Impact of Urbanization on CO2 Fluxes and Sources from Houston-Area Watersheds

Rivers are generally supersaturated with CO₂, implying a role as a conduit of soil CO₂ to the atmosphere. Knowledge of the fluxes and sources of CO₂ evaded from rivers is essential to regional carbon budgets. In this study, we directly measured partial pressure of CO₂ (pCO₂) for two nearby subtropical rivers, Buffalo Bayou and Spring Creek in southeast Texas, from June 2007 to May 2008. Buffalo Bayou's watershed is almost entirely contained within the city of Houston, while Spring Creek is not yet urbanized. There is no significant difference in pCO₂ between the two rivers. The overall average pCO₂ is 3589 ± 1464 μatm, and mean CO₂ evasion rate is 6.84 Mg C ha^-1 y^-1, comparable to the Amazon.
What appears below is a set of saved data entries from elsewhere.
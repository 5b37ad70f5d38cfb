"""Run every ``tests/benchmarks/bench_*.py`` and print its report.

Each benchmark module defines ``main()`` which prints a table whose ratios are measured against a
named baseline in the same run.  The combined report is also written to ``build/benchmarks.txt``.
"""

import contextlib
import importlib.util
import io
import sys
import time
from pathlib import Path

HERE = Path(__file__).resolve().parent


def run(names=None):
    out_dir = HERE.parents[1] / "build"
    out_dir.mkdir(exist_ok=True)
    report = io.StringIO()
    failed = 0
    for path in sorted(HERE.glob("bench_*.py")):
        if names and path.stem.removeprefix("bench_") not in names:
            continue
        spec = importlib.util.spec_from_file_location(path.stem, path)
        mod = importlib.util.module_from_spec(spec)
        header = f"== {path.stem} =="
        print(header, flush=True)
        report.write(header + "\n")
        buf = io.StringIO()
        t0 = time.perf_counter()
        try:
            with contextlib.redirect_stdout(buf):
                spec.loader.exec_module(mod)
                mod.main()
        except Exception as exc:  # report and go on with the others
            failed += 1
            buf.write(f"FAILED: {type(exc).__name__}: {exc}\n")
        buf.write(f"(wall time {time.perf_counter() - t0:.1f} s)\n\n")
        print(buf.getvalue(), end="", flush=True)
        report.write(buf.getvalue())
    (out_dir / "benchmarks.txt").write_text(report.getvalue())
    return 1 if failed else 0


if __name__ == "__main__":
    sys.exit(run(sys.argv[1:]))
Carbon isotopic signatures of riverine dissolved inorganic carbon (DIC) point to different CO₂ sources for the two rivers. DIC in Spring Creek is generally young and more d¹³C-depleted, indicating that a young carbon pool is cycling rapidly and sustaining the high CO₂ concentration in Spring Creek. For Buffalo Bayou, DIC is always depleted in Δ¹⁴C and more enriched in d¹³C, suggesting an input of DIC from carbonate dissolution. This is also supported by a local soil survey, which shows the presence of soil carbonates in the Buffalo Bayou watershed.
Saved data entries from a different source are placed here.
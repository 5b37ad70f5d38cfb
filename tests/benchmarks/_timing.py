"""Timing helper shared by the benchmarks (not a benchmark itself: run.py runs bench_*.py)."""

import time

__all__ = ["best_of"]


def best_of(fn, repeats=3, clock=time.perf_counter):
    """Shortest of ``repeats`` timed calls of ``fn`` by ``clock``, and the last call's result."""
    best, out = float("inf"), None
    for _ in range(repeats):
        t0 = clock()
        out = fn()
        best = min(best, clock() - t0)
    return best, out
There are two possible sources of soil carbonates in the Buffalo Bayou watershed: naturally precipitated pedogenic CaCO₃, and CaCO₃ from shells used to make roads in East Texas in the early 20^th century. In the first scenario, soil carbonates are likely in steady state and thus act only to shift the isotopic signature of respired riverine CO₂. In the second scenario, shells from road building are both a net source of CO₂ to the atmosphere and are altering the C isotopic signature of Houston-area respiration.